#' Platt-Calibrated Predicted Probabilities & Calibration Plot
#'
#' Generate Platt-Calibrated predicted probabilities for either a \strong{calibration} or
#' \strong{validation} set as well as a \strong{calibration plot} showing actual response proportions
#' within each of \code{nbins} predicted probability bins given class & predicted probability vectors
#'
#' @param r.calib (numeric) binary calibration data response vector
#' @param p.calib (numeric) numeric calibration data predicted probability vector
#' @param r.valid (numeric-optional) binary validation data response vector
#' @param p.valid (numeric-optional) numeric validation data predicted probability vector
#' @param nbins (numeric) number of bins to create for plots
#'
#' @details
#' Many popular machine learning algorithms produce inaccurate predicted probabilities, especially for
#' extreme observations [i.e. pr(y|x) near (0, 1)]. Examples of this include tree ensembles (RF, GBM) and
#' SVM models, which tend to produce predicted probabilites biased towards (0.5) because of row/col bootstrap
#' sampling bias and a reliance on difficult-to-classify observations respectively.

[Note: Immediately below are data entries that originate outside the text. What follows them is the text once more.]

impl Waveform {
    /// Linear interpolation of the crossing of `level` between samples `i-1` and `i`.
    fn cross(&self, i: usize, level: f64) -> f64 {
        let (t0, t1) = (self.t[i - 1], self.t[i]);
        let (v0, v1) = (self.v[i - 1], self.v[i]);
        if v1 == v0 {
            t1
        } else {
            t0 + (level - v0) / (v1 - v0) * (t1 - t0)
        }
    }

    /// The first time the leading edge reaches `level`, seconds.
    pub fn first_crossing(&self, level: f64) -> Option<f64> {
        (1..self.v.len())
            .find(|&i| self.v[i - 1] < level && self.v[i] >= level)
            .map(|i| self.cross(i, level))
    }

    /// Slope at the first crossing of `level`, units per second.
    pub fn slope_at_first_crossing(&self, level: f64) -> Option<f64> {
        (1..self.v.len())
            .find(|&i| self.v[i - 1] < level && self.v[i] >= level)
            .map(|i| (self.v[i] - self.v[i - 1]) / (self.t[i] - self.t[i - 1]))
    }

    /// Measure peak, rise, fall, FWHM and undershoot.
    pub fn measure(&self) -> PulseFigures {
        let (ip, peak) = self
            .v
            .iter()
            .copied()
            .enumerate()
            .fold((0, f64::MIN), |b, (i, v)| if v > b.1 { (i, v) } else { b });
        let mut f = PulseFigures {
            peak: peak.max(0.0),
            t_peak: self.t.get(ip).copied().unwrap_or(0.0),
            rise: None,
            fall: None,
            fwhm: None,
            undershoot: 0.0,
        };
        if peak.is_nan() || peak <= 0.0 || self.v.len() < 3 {
            return f;
        }
        // Leading edge: last upward crossing before the peak.
        let up = |level: f64| {
            (1..=ip)
                .rev()
                .find(|&i| self.v[i - 1] < level && self.v[i] >= level)
                .map(|i| self.cross(i, level))
        };
        // Trailing edge: first downward crossing after the peak.
        let down = |level: f64| {
            (ip + 1..self.v.len())
                .find(|&i| self.v[i - 1] > level && self.v[i] <= level)
                .map(|i| self.cross(i, level))
        };
        let (r10, r90) = (up(0.1 * peak), up(0.9 * peak));
        let (f90, f10) = (down(0.9 * peak), down(0.1 * peak));
        let (h1, h2) = (up(0.5 * peak), down(0.5 * peak));
        f.rise = r10.zip(r90).map(|(a, b)| b - a);
        f.fall = f90.zip(f10).map(|(a, b)| b - a);
        f.fwhm = h1.zip(h2).map(|(a, b)| b - a);
        f.undershoot = self.v[ip..].iter().copied().fold(0.0, f64::min).abs();
        f
    }

    /// The first arrival's figures: with a cable of one-way delay `delay`, only what reaches
    /// the instrument before the first echo can (at three delays, the leading edge's round
    /// trip after its arrival), so that peak, rise, width and undershoot belong to the pulse
    /// itself and an echo is not taken for its tail. A pulse longer than the round trip is
    /// superposed on its own echo and measured whole, as the instrument shows it.
    pub fn measure_first(&self, delay: Option<f64>) -> PulseFigures {
        let Some(t_echo) = delay.map(|d| 3.0 * d) else {
            return self.measure();
        };
        let n = self.t.partition_point(|t| *t < t_echo);
        if n < 3 {
            return self.measure();
        }
        let first = Waveform {
            t: self.t[..n].to_vec(),
            v: self.v[..n].to_vec(),
        };
        let f = first.measure();
        if f.peak > 0.0 && first.ended_by(&f, t_echo) {
            f
        } else {
            self.measure()
        }
    }

    /// Whether the pulse of figures `f` has fallen below a tenth of its peak before `t`.
    fn ended_by(&self, f: &PulseFigures, t: f64) -> bool {
        let ip = self.t.partition_point(|x| *x < f.t_peak);
        self.v[ip..]
            .iter()
            .zip(&self.t[ip..])
            .find(|(v, _)| v.abs() < 0.1 * f.peak)
            .is_some_and(|(_, x)| *x < t)
    }

    /// The first echo at the instrument, signed, as a fraction of the first arrival's peak:
    /// the extreme of the signal over the round trip after the first echo can arrive
    /// (`[3T, 5T)`, `T` the one-way delay). `None` when the pulse is longer than the round
    /// trip (the echo is part of what the instrument shows) or nothing was computed there.
    pub fn first_echo(&self, delay: f64) -> Option<f64> {
        let first = self.measure_first(Some(delay));
        // The first arrival must have passed (below a tenth of its peak) before the echo can
        // come, or the window would hold the pulse's own tail.
        if first.peak <= 0.0 || !self.ended_by(&first, 3.0 * delay) {
            return None;
        }
        let (a, b) = (
            self.t.partition_point(|t| *t < 3.0 * delay),
            self.t.partition_point(|t| *t < 5.0 * delay),
        );
        if b <= a {
            return None;
        }
        let ext = self.v[a..b]
            .iter()
            .copied()
            .fold(0.0f64, |m, x| if x.abs() > m.abs() { x } else { m });
        Some(ext / first.peak)
    }

    /// At most `n` points for a figure: every k-th sample, keeping the peak.
    pub fn decimated(&self, n: usize) -> Waveform {
        let k = (self.t.len() / n.max(2)).max(1);
        let mut out = Waveform::default();
        for i in (0..self.t.len()).step_by(k) {
            out.t.push(self.t[i]);
            out.v.push(self.v[i]);
        }
        out
    }
}

/// Gaussian current pulse of standard deviation `sigma` carrying `charge`, centred at 6 σ.
pub fn gaussian_pulse(sigma: f64, charge: f64) -> CurrentPulse {
    let dt = sigma / 20.0;
    let n = 241;
    let mut samples: Vec<f64> = (0..n)
        .map(|i| {
            let x = (i as f64 * dt - 6.0 * sigma) / sigma;
            (-0.5 * x * x).exp()
        })
        .collect();
    normalise(&mut samples, dt, charge);
    CurrentPulse { dt, samples }
}

fn normalise(samples: &mut [f64], dt: f64, charge: f64) {
    let s: f64 = samples.iter().sum::<f64>() * dt;
    if s > 0.0 {
        for x in samples.iter_mut() {
            *x *= charge / s;
        }
    }
}

/// Largest number of samples in a current pulse (keeps a long scintillator tail cheap).
pub const MAX_PULSE_SAMPLES: usize = 100_000;

/// The anode current for a light pulse of `shape` convolved with a Gaussian of standard
/// deviation `sigma` (the single-electron response and the transit-time spread together),
/// carrying `charge`. Sampled at a tenth of the output's fastest edge — the light's own edge
/// convolved with σ, so a wide rectangle or a slow decay with a sharp onset is sampled by the
/// tube's edge, not by its width — at most [`MAX_PULSE_SAMPLES`] samples; the discrete
/// convolution keeps the charge exactly.
pub fn convolved_pulse(
    shape: &crate::model::light::Shape,
    sigma: f64,
    charge: f64,
) -> CurrentPulse {
    let (a, b) = shape.support();
    let pad = 6.0 * sigma;
    let extent = (b - a) + 2.0 * pad;
    // The output's fastest edge is the light's own edge convolved with σ.
    let finest = shape.finest();
    let edge = shape.edge();
    let mut dt = (edge * edge + sigma * sigma).sqrt() / 10.0;
    if extent / dt > MAX_PULSE_SAMPLES as f64 {
        dt = extent / MAX_PULSE_SAMPLES as f64;
    }
    let n = (extent / dt).ceil() as usize + 1;
    // Cell averages of the light (area kept when the light is finer than the grid).
    let sub = ((dt / (finest / 10.0)).ceil() as usize).clamp(1, 200);
    let light: Vec<f64> = (0..n)
        .map(|i| {
            let t0 = i as f64 * dt - pad + a;
            (0..sub)
                .map(|j| shape.value(t0 + (j as f64 + 0.5) * dt / sub as f64))
                .sum::<f64>()
                / sub as f64
        })
        .collect();
    let half = (pad / dt).ceil() as isize;
    let mut kernel: Vec<f64> = (-half..=half)
        .map(|k| {
            let x = k as f64 * dt / sigma;
            (-0.5 * x * x).exp()
        })
        .collect();
    let ks: f64 = kernel.iter().sum();
    for k in &mut kernel {
        *k /= ks;
    }
    let mut out = vec![0.0; n];
    for (i, o) in out.iter_mut().enumerate() {
        let mut s = 0.0;
        for (j, kv) in kernel.iter().enumerate() {
            let src = i as isize + half - j as isize;
            if src >= 0 && (src as usize) < n {
                s += light[src as usize] * kv;
            }
        }
        *o = s;
    }
    normalise(&mut out, dt, charge);
    CurrentPulse { dt, samples: out }
}

/// A step of current `amps` from `t = 0` lasting `length` seconds, sampled at `dt`.
pub fn step_pulse(amps: f64, length: f64, dt: f64) -> CurrentPulse {
    let n = (length / dt).ceil() as usize + 1;
    let mut samples = vec![amps; n];
    samples[0] = 0.0;
    CurrentPulse { dt, samples }
}

// --- the solver --------------------------------------------------------------------------

struct Net {
    m: usize,
    cap: Vec<f64>,
    cond: Vec<f64>,
    ground_cap: Vec<f64>,
    out: usize,
    line: Option<(usize, usize, Line)>,
}

impl Net {
    fn build(c: &LoadCircuit) -> Net {
        let mut m = 1;
        let a = 0;
        let k = if c.coupling.is_some() {
            m += 1;
            1
        } else {
            a
        };
        let b = if c.cable.is_some() {
            m += 1;
            m - 1
        } else {
            k
        };
        let mut net = Net {
            m,
            cap: vec![0.0; m * m],
            cond: vec![0.0; m * m],
            ground_cap: vec![0.0; m],
            out: b,
            line: c.cable.map(|l| (k, b, l)),
        };
        net.ground(
            a,
            c.anode_capacitance,
            c.anode_resistance.map_or(0.0, |r| 1.0 / r),
        );
        if let Some(cc) = c.coupling {
            net.between(a, k, cc);
        }
        if let Some(rb) = c.base_resistance {
            net.ground(k, 0.0, 1.0 / rb);
        }
        net.ground(b, c.load_capacitance, 1.0 / c.load_resistance);
        net
    }

    fn ground(&mut self, n: usize, c: f64, g: f64) {
        self.cap[n * self.m + n] += c;
        self.ground_cap[n] += c;
        self.cond[n * self.m + n] += g;
    }

    fn between(&mut self, p: usize, q: usize, c: f64) {
        let m = self.m;
        self.cap[p * m + p] += c;
        self.cap[q * m + q] += c;
        self.cap[p * m + q] -= c;
        self.cap[q * m + p] -= c;
    }

    /// The same network with the cable replaced by its capacitance, nodes merged.
    /// Returns the new net and the state mapping of a voltage vector.
    fn lumped(&self, v: &[f64]) -> (Net, Vec<f64>) {
        let Some((p, q, l)) = self.line else {
            return (
                Net {
                    m: self.m,
                    cap: self.cap.clone(),
                    cond: self.cond.clone(),
                    ground_cap: self.ground_cap.clone(),
                    out: self.out,
                    line: None,
                },
                v.to_vec(),
            );
        };
        // q is the last node; merge it into p.
        let cl = l.delay / l.impedance;
        let m2 = self.m - 1;
        let mut cap = vec![0.0; m2 * m2];
        let mut cond = vec![0.0; m2 * m2];
        let map = |i: usize| if i == q { p } else { i };
        for i in 0..self.m {
            for j in 0..self.m {
                cap[map(i) * m2 + map(j)] += self.cap[i * self.m + j];
                cond[map(i) * m2 + map(j)] += self.cond[i * self.m + j];
            }
        }
        cap[p * m2 + p] += cl;
        let mut ground_cap = self.ground_cap[..m2].to_vec();
        ground_cap[p] += self.ground_cap[q] + cl;
        let wp = self.ground_cap[p] + 0.5 * cl;
        let wq = self.ground_cap[q] + 0.5 * cl;
        let mut v2 = v[..m2].to_vec();
        v2[p] = if wp + wq > 0.0 {
            (wp * v[p] + wq * v[q]) / (wp + wq)
        } else {
            0.5 * (v[p] + v[q])
        };
        (
            Net {
                m: m2,
                cap,
                cond,
                ground_cap,
                out: p,
                line: None,
            },
            v2,
        )
    }
}

/// History of the waves leaving each end of the cable: (t, w_p, w_q), `w = v + Z0 i_into_line`.
struct History {
    t: Vec<f64>,
    wp: Vec<f64>,
    wq: Vec<f64>,
    cursor: usize,
}

impl History {
    fn at(&mut self, t: f64) -> (f64, f64) {
        if t <= 0.0 || self.t.is_empty() {
            return (0.0, 0.0);
        }
        while self.cursor + 1 < self.t.len() && self.t[self.cursor + 1] <= t {
            self.cursor += 1;
        }
        let i = self.cursor;
        if i + 1 >= self.t.len() {
            return (self.wp[i], self.wq[i]);
        }
        let f = ((t - self.t[i]) / (self.t[i + 1] - self.t[i])).clamp(0.0, 1.0);
        (
            self.wp[i] + f * (self.wp[i + 1] - self.wp[i]),
            self.wq[i] + f * (self.wq[i + 1] - self.wq[i]),
        )
    }
}

/// Step growth factor in the tail (variable-step BDF2 is zero-stable below 1 + √2).
const GROWTH: f64 = 1.25;
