fn point(base: &Design, axes: &[Axis], values: &[f64], ws: &mut Workspace, signal: bool) -> Row {
    let mut d = base.clone();
    let mut row = Row {
        values: values.to_vec(),
        supply_volts: base.supply_magnitude(),
        small_signal_gain: None,
        gain: None,
        deviation: None,
        divider_amps: None,
        sensitivity: None,
        dissipation_watts: None,
        linearity_1pct_amps: None,
        pulse_peak_volts: None,
        rise_s: None,
        snr: None,
        droop: None,
        verdict: String::new(),
    };
    for (a, x) in axes.iter().zip(values) {
        if let Err(e) = set_field(&mut d, &a.path, *x) {
            row.verdict = e;
            return row;
        }
    }
    row.supply_volts = d.supply_magnitude();
    let tube = match TubeModel::from_spec(&d.tube) {
        Ok(t) => t,
        Err(e) => {
            row.verdict = e.to_string();
            return row;
        }
    };
    let net = Network::from_design(&d, tube);
    let (i_div, _) = net.quiescent();
    if !(i_div.is_finite() && i_div > 0.0) {
        row.verdict = "no divider current".into();
        return row;
    }
    let g0 = net.small_signal_gain();
    row.small_signal_gain = Some(g0).filter(|g| g.is_finite());
    row.divider_amps = Some(i_div);
    row.sensitivity = Some(net.gain_sensitivity()).filter(|s| s.is_finite());
    let mut problems = Vec::new();
    match net.solve_anode(d.anode_current, ws) {
        Ok(op) => {
            row.gain = Some(op.gain());
            let dev = op.gain() / g0 - 1.0;
            row.deviation = Some(dev);
            // The same 1 % that sets the ±1 % column: past it the base is not linear at the
            // operating point.
            if dev.abs() >= 0.01 {
                problems.push(format!("gain {:+.1} % at the operating point", dev * 100.0));
            }
            let diss: f64 = op
                .element_volts
                .iter()
                .zip(&op.element_amps)
                .map(|(v, a)| v * a)
                .sum::<f64>()
                + op.anode_amps().powi(2) * net.anode_resistance;
            row.dissipation_watts = Some(diss);
            let p = d.resistor_power.get::<watt>();
            let wv = d.resistor_working_voltage.get::<volt>();
            let max_gap = d.tube.max_gap.map(|v| v.get::<volt>());
            for (j, e) in d.elements.iter().enumerate() {
                let volts = op.element_volts[j];
                if let Element::Resistor(r) = e {
                    let m = d.series_parts.get(j).copied().unwrap_or(1).max(1) as f64;
                    let r = r.get::<ohm>();
                    if volts * op.element_amps[j] > m * p {
                        problems.push(format!("gap {} power", j + 1));
                    }
                    if volts > m * rated_voltage(p, r / m, wv) {
                        problems.push(format!("gap {} volts", j + 1));
                    }
                }
                if max_gap.is_some_and(|g| volts > g) {
                    problems.push(format!("gap {} over tube limit", j + 1));
                }
            }
            if d.current_limit
                .is_some_and(|l| op.supply_amps() > l.get::<ampere>())
            {
                problems.push("supply current limit".into());
            }
            for c in &d.decoupling {
                let v = match c.style {
                    CapStyle::Across(g) => op.element_volts[g - 1],
                    CapStyle::ToReturn(k) => net.supply - op.potentials[k - 1],
                };
                if c.rating.is_some_and(|r| v > r.get::<volt>()) {
                    problems.push("capacitor rating".into());
                }
            }
        }
        Err(e) => problems.push(format!("solve: {e}")),
    }
    if row.supply_volts > d.tube.max_supply.get::<volt>() {
        problems.push("above the tube's max supply".into());
    }
    if d.anode_current > d.tube.max_anode_current {
        problems.push("anode current above rating".into());
    }
    row.linearity_1pct_amps = crate::solve::linearity::crossing(&net, 0.01, true, ws);
    if signal {
        pulse_columns(&d, &mut row);
    }
    problems.dedup();
    row.verdict = if problems.is_empty() {
        "ok".into()
    } else {
        problems.join("; ")
    };
    row
}

/// Run a sweep over one or two axes.
pub fn run(design: &Design, axes: &[Axis]) -> Sweep {
    let grid: Vec<Vec<f64>> = match axes {
        [a] => a.values.iter().map(|x| vec![*x]).collect(),
        [a, b] => a
            .values
            .iter()
            .flat_map(|x| b.values.iter().map(move |y| vec![*x, *y]))
            .collect(),
        _ => Vec::new(),
    };
    let signal = design.signal.light.is_some() && grid.len() <= MAX_SIGNAL_POINTS;
    let rows = grid
        .par_iter()
        .map_init(Workspace::default, |ws, v| {
            point(design, axes, v, ws, signal)
        })
        .collect();
    Sweep {
        axes: axes.to_vec(),
        rows,
    }
}

/// Check the axes against a design before running (index ranges, gain-law kind).
/// Check that every axis names a field of this design and that its values lie in the field's
/// plausible range, the same as the design file's ([`crate::design::limits`]).
pub fn check_axes(design: &Design, axes: &[Axis]) -> Result<(), String> {
    for a in axes {
        let mut d = design.clone();
        set_field(&mut d, &a.path, a.values[0])?;
        let generic = match (a.path.find('['), a.path.find(']')) {
            _ if a.path == "divider.gaps[*]" => a.path.clone(),
            (Some(i), Some(j)) if j > i => format!("{}[i]{}", &a.path[..i], &a.path[j + 1..]),
            _ => a.path.clone(),
        };
        let zener = generic == "divider.gaps[i]"
            && field_kind(&a.path)
                .and_then(|(_, i)| i)
                .and_then(|i| design.elements.get(i.wrapping_sub(1)))
                .is_some_and(|e| matches!(e, Element::Zener(..)));
        if let Some(range) = crate::design::limits::of_field(&generic, zener) {
            for v in &a.values {
                range.check(*v).map_err(|e| {
                    format!("{}: {e} (the design file's range for this field)", a.path)
                })?;
            }
        }
        if a.path == "divider.gaps[*]" {
            // The scaled resistors must stay within the design file's range for a resistor.
            for v in [a.values[0], *a.values.last().unwrap_or(&1.0)] {
                let mut d = design.clone();
                set_field(&mut d, &a.path, v)?;
                for (j, e) in d.elements.iter().enumerate() {
                    if let Element::Resistor(r) = e {
                        crate::design::limits::RESISTOR
                            .check(r.get::<ohm>())
                            .map_err(|e| {
                                format!(
                                    "{}: scaled by {}, gap {}: {e}",
                                    a.path,
                                    units::show_number(v),
                                    j + 1
                                )
                            })?;
                    }
                }
            }
        }
    }
    Ok(())
}
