/// Checks who can change the file (Unix): it must belong to the user running arcwise
/// (or to root), be writable by nobody else, and sit in a folder nobody else can write
/// (where another user could swap it between the check and the load).
fn check_permissions(path: &Path, abs: &Path, meta: &std::fs::Metadata) -> Result<(), PluginError> {
    #[cfg(unix)]
    {
        use std::os::unix::fs::{MetadataExt, PermissionsExt};
        let mode = meta.permissions().mode();
        if mode & 0o022 != 0 {
            return Err(refuse(
                path,
                format!(
                    "the file is writable by group or others (mode {:o}); refusing to load native code others can change (fix: chmod go-w)",
                    mode & 0o777
                ),
            ));
        }
        // SAFETY: geteuid has no preconditions and cannot fail.
        let me = unsafe { libc::geteuid() };
        if meta.uid() != me && meta.uid() != 0 {
            return Err(refuse(
                path,
                format!(
                    "the file belongs to another user (uid {}); refusing to load native code another user controls",
                    meta.uid()
                ),
            ));
        }
        let folder = abs.parent().unwrap_or(Path::new("/"));
        let fm = std::fs::metadata(folder)
            .map_err(|e| refuse(path, format!("cannot read its folder: {e}")))?;
        let fmode = fm.permissions().mode();
        if fmode & 0o022 != 0 {
            return Err(refuse(
                path,
                format!(
                    "its folder {} is writable by group or others (mode {:o}): another user could replace the plugin; keep plugins in a folder only you can write",
                    folder.display(),
                    fmode & 0o7777
                ),
            ));
        }
        if fm.uid() != me && fm.uid() != 0 {
            return Err(refuse(
                path,
                format!(
                    "its folder {} belongs to another user (uid {}); keep plugins in a folder you own",
                    folder.display(),
                    fm.uid()
                ),
            ));
        }
    }
    let _ = (path, abs, meta);
    Ok(())
}

/// Checks the file starts like a shared library of this platform.
fn check_magic(path: &Path) -> Result<(), PluginError> {
    use std::io::Read;
    let mut head = [0u8; 4];
    let mut f = std::fs::File::open(path).map_err(|e| refuse(path, format!("cannot open: {e}")))?;
    let n = f
        .read(&mut head)
        .map_err(|e| refuse(path, format!("cannot read: {e}")))?;
    let ok = n == 4
        && (head == [0x7f, b'E', b'L', b'F']
            || head == [0xcf, 0xfa, 0xed, 0xfe]
            || head == [0xca, 0xfe, 0xba, 0xbe]
            || head[..2] == [b'M', b'Z']);
    if ok {
        Ok(())
    } else {
        Err(refuse(
            path,
            "not a shared library (no ELF, Mach-O or PE header)",
        ))
    }
}

impl PluginForce {
    /// Loads and checks the plugin at `path` (explicit; never searched for), for a force
    /// model whose time axis starts at `reference`. `expected_checksum`, when given, must
    /// equal the plugin's `source_checksum`. A plugin that reads the host's density is
    /// refused here ([`Self::load_in`] gives it one).
    pub fn load(
        path: &Path,
        reference: &Epoch,
        expected_checksum: Option<&str>,
    ) -> Result<Self, PluginError> {
        Self::load_in(path, reference, expected_checksum, None)
    }

    /// As [`Self::load`], in a force model whose drag is `host_drag` (on the same time
    /// axis): a plugin whose metadata names a `host_density` is given that drag's density
    /// and gradient at each call, and refused when the drag is missing or another
    /// atmosphere.
    pub fn load_in(
        path: &Path,
        reference: &Epoch,
        expected_checksum: Option<&str>,
        host_drag: Option<Arc<Drag>>,
    ) -> Result<Self, PluginError> {
        let abs = std::fs::canonicalize(path)
            .map_err(|e| refuse(path, format!("cannot find the file: {e}")))?;
        let meta =
            std::fs::metadata(&abs).map_err(|e| refuse(path, format!("cannot read: {e}")))?;
        if !meta.is_file() {
            return Err(refuse(path, "not a regular file"));
        }
        check_permissions(path, &abs, &meta)?;
        check_magic(&abs)?;
        // SAFETY: loading runs the library's initialisers: native code with the user's
        // rights, which is what a plugin is. The path is absolute, so nothing is searched.
        let library =
            unsafe { Library::new(&abs) }.map_err(|e| refuse(path, format!("cannot load: {e}")))?;
        // SAFETY: the symbol types are those of arcwise_force_plugin.h.
        let (abi, metadata_fn, acceleration, batch, partials) = unsafe {
            let get = |name: &str| -> Result<(), PluginError> {
                library
                    .get::<unsafe extern "C" fn()>(name.as_bytes())
                    .map(|_| ())
                    .map_err(|_| refuse(path, format!("missing symbol `{name}`: not an arcwise force plugin, or built for another ABI")))
            };
            get("arcwise_plugin_abi_version")?;
            get("arcwise_plugin_metadata")?;
            get("arcwise_plugin_acceleration")?;
            let abi: AbiVersionFn = *library
                .get::<AbiVersionFn>(b"arcwise_plugin_abi_version")
                .map_err(|e| refuse(path, e.to_string()))?;
            let metadata_fn: MetadataFn = *library
                .get::<MetadataFn>(b"arcwise_plugin_metadata")
                .map_err(|e| refuse(path, e.to_string()))?;
            let acceleration: AccelerationFn = *library
                .get::<AccelerationFn>(b"arcwise_plugin_acceleration")
                .map_err(|e| refuse(path, e.to_string()))?;
            let batch: Option<BatchFn> = library
                .get::<BatchFn>(b"arcwise_plugin_acceleration_batch")
                .ok()
                .map(|s| *s);
            let partials: Option<PartialsFn> = library
                .get::<PartialsFn>(b"arcwise_plugin_partials")
                .ok()
                .map(|s| *s);
            (abi, metadata_fn, acceleration, batch, partials)
        };
        // SAFETY: a plain function of the ABI.
        let version = unsafe { abi() };
        if version != ABI_VERSION {
            return Err(refuse(
                path,
                format!("ABI version {version}; this arcwise supports version {ABI_VERSION}"),
            ));
        }
        // SAFETY: the ABI promises a NUL-terminated string owned by the plugin.
        let ptr = unsafe { metadata_fn() };
        if ptr.is_null() {
            return Err(refuse(path, "metadata function returned null"));
        }
        let text = unsafe { CStr::from_ptr(ptr) }
            .to_str()
            .map_err(|_| refuse(path, "metadata is not UTF-8"))?;
        let metadata: Metadata = serde_json::from_str(text)
            .map_err(|e| refuse(path, format!("metadata is not valid: {e}")))?;
        if metadata.abi_version != version {
            return Err(refuse(
                path,
                "metadata abi_version differs from arcwise_plugin_abi_version()",
            ));
        }
        crate::text::check_name("metadata name", &metadata.name).map_err(|m| refuse(path, m))?;
        if metadata.frame != "ECI" {
            return Err(refuse(
                path,
                format!("frame `{}`: only ECI is supported", metadata.frame),
            ));
        }
        let plugin_ref = Epoch::parse_utc(&metadata.reference_epoch_utc)
            .map_err(|e| refuse(path, format!("metadata reference_epoch_utc: {e}")))?;
        if let Some(want) = expected_checksum {
            match &metadata.source_checksum {
                Some(have) if have == want => {}
                Some(have) => {
                    return Err(refuse(
                        path,
                        format!("source checksum {have} does not match the learned-force file's {want}: the plugin was built from another version of the file"),
                    ))
                }
                None => return Err(refuse(path, format!("has no source checksum, expected {want}"))),
            }
        }
        let host = HostInput::bind(&library, &metadata, host_drag, path)?;
        let watch = match &metadata.validity {
            Some(v) if v.outside == "warn" => {
                Some(Watch::new(v, &plugin_ref, &metadata.name, path)?)
            }
            _ => None,
        };
        Ok(Self {
            name: format!("plugin:{}", metadata.name),
            path: path.to_path_buf(),
            offset_s: reference.seconds_since(&plugin_ref),
            watch,
            metadata,
            acceleration,
            // The batch entry point passes no environment.
            batch: if host.is_some() { None } else { batch },
            host,
            partials,
            _library: Arc::new(library),
        })
    }

    /// The plugin's metadata.
    pub fn metadata(&self) -> &Metadata {
        &self.metadata
    }

    /// Whether the plugin exports analytic partials (with the host's density, when it
    /// reads it).
    pub fn has_partials(&self) -> bool {
        match &self.host {
            Some(h) => h.partials.is_some(),
            None => self.partials.is_some(),
        }
    }

    /// Whether the plugin exports the batch entry point.
    pub fn has_batch(&self) -> bool {
        self.batch.is_some()
    }

    /// Accelerations (km/s², ECI) for many `(t_s, state)` at once, through the batch
    /// entry point when present.
    pub fn accelerations(
        &self,
        t_s: &[f64],
        states: &[StateVector],
    ) -> Result<Vec<Vector3<f64>>, ForceError> {
        assert_eq!(t_s.len(), states.len());
        let Some(batch) = self.batch else {
            return t_s
                .iter()
                .zip(states)
                .map(|(t, x)| self.acceleration(*t, x))
                .collect();
        };
        let ts: Vec<f64> = t_s.iter().map(|t| t + self.offset_s).collect();
        if let Some(w) = &self.watch {
            for (t, x) in ts.iter().zip(states) {
                w.observe(*t, x);
            }
        }
        let flat: Vec<f64> = states.iter().flat_map(|x| x.iter().copied()).collect();
        let mut out = vec![0.0; 3 * states.len()];
        // SAFETY: buffers sized as the ABI requires.
        let code = unsafe { batch(ts.len(), ts.as_ptr(), flat.as_ptr(), out.as_mut_ptr()) };
        if code != 0 {
            return Err(self.status_error(t_s.first().copied().unwrap_or(0.0), code));
        }
        let v: Vec<Vector3<f64>> = out
            .chunks(3)
            .map(|c| Vector3::new(c[0], c[1], c[2]))
            .collect();
        if let Some((i, a)) = v
            .iter()
            .enumerate()
            .find(|(_, a)| !crate::force::plausible(a))
        {
            return Err(self.implausible_error(t_s[i], *a));
        }
        Ok(v)
    }

    /// The plugin said success but wrote NaN or an infinity.
    fn non_finite_error(&self, t_s: f64) -> ForceError {
        ForceError {
            force: self.name.clone(),
            t_s,
            reason: format!(
                "plugin {} reported success but returned a non-finite value (NaN or infinity)",
                self.path.display()
            ),
        }
    }

    /// The plugin returned NaN, an infinity, or an absurd magnitude.
    #[cold]
    fn implausible_error(&self, t_s: f64, a: Vector3<f64>) -> ForceError {
        if !super::all_finite(a.as_slice()) {
            return self.non_finite_error(t_s);
        }
        ForceError {
            force: self.name.clone(),
            t_s,
            reason: format!(
                "plugin {} returned |a| = {:.3e} km/s², beyond any physical acceleration (> {} km/s²)",
                self.path.display(),
                a.norm(),
                crate::force::MAX_PLAUSIBLE_KM_S2
            ),
        }
    }

    fn status_error(&self, t_s: f64, code: i32) -> ForceError {
        ForceError {
            force: self.name.clone(),
            t_s,
            reason: format!(
                "plugin {} returned status {code} ({})",
                self.path.display(),
                status_text(code)
            ),
        }
    }
}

Platt (1999) proposed an
#' adjustment in these cases where the original probabilities are used as a predictor in a single-variable
#' logistic regression (optimized for log-loss) to produce more accurate adjusted predicted probabilities.
#' This adjustment will have no effect on model AUC (sigmoid transformations are monotonic), minimal effect on
#' standard classification accuracy, but should yield a significant improvement in log-loss/cross-entropy,
#' which is mainly used to evaluate the quality of predicted probabilities. To get a fair estimate of the effect
#' of calibration the data should be split into 3 parts:
#'
#' \itemize{
#' \item{\strong{model-building} - data used to train the main ML model}
#' \item{\strong{calibration} - data used to train the calibration LR classifier on out-of-sample ML predictions}
#' \item{\strong{validation} - data used to assess the effects of calibration using dual out-of-sample predictions}
#' }
#'
#' The calibration LR model will be built using the \code{r.calib} and \code{p.calib} vectors specified
#' in the call. To get a fair estimate of the effects of calibration, \code{p.calib} should be generated
#' via out-of-sample prediction with respect to the main ML algorithm, and (\code{r.valid}, \code{p.valid})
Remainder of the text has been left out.